*** Exercise materials ***

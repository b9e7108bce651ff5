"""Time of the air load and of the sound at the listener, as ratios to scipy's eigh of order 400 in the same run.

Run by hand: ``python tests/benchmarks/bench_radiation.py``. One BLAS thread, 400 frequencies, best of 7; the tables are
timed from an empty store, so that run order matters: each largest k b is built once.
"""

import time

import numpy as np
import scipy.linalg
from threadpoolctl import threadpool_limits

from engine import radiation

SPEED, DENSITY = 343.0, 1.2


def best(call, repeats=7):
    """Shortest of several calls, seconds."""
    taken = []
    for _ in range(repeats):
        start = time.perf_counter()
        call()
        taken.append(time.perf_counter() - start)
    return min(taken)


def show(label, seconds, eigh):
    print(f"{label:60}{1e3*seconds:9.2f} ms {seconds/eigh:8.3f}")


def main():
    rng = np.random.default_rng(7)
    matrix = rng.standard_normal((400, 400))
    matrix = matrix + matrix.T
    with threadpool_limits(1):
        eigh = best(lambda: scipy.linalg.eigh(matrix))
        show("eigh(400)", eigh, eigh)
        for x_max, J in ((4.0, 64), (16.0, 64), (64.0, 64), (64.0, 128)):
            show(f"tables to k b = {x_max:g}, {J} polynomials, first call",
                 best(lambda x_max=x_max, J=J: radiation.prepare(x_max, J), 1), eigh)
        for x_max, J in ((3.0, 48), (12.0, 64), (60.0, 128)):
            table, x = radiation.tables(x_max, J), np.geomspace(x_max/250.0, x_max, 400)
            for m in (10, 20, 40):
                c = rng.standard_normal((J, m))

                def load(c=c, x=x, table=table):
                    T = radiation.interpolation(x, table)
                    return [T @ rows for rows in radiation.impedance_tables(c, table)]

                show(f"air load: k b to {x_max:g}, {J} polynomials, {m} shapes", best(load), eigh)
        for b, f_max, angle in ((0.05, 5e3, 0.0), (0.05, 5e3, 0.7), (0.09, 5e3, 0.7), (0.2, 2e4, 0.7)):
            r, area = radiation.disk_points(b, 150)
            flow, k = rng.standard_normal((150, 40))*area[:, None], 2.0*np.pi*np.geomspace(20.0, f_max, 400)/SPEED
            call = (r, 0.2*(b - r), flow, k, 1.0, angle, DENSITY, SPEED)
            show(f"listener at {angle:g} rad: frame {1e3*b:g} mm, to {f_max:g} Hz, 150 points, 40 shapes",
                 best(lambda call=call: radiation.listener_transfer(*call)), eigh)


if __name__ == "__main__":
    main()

*** End of Exercise materials ***

What is needed
Copy every line in the entries above that has the string "order" in it.

Expected answer
"""Time of the air load and of the sound at the listener, as ratios to scipy's eigh of order 400 in the same run.
timed from an empty store, so that run order matters: each largest k b is built once.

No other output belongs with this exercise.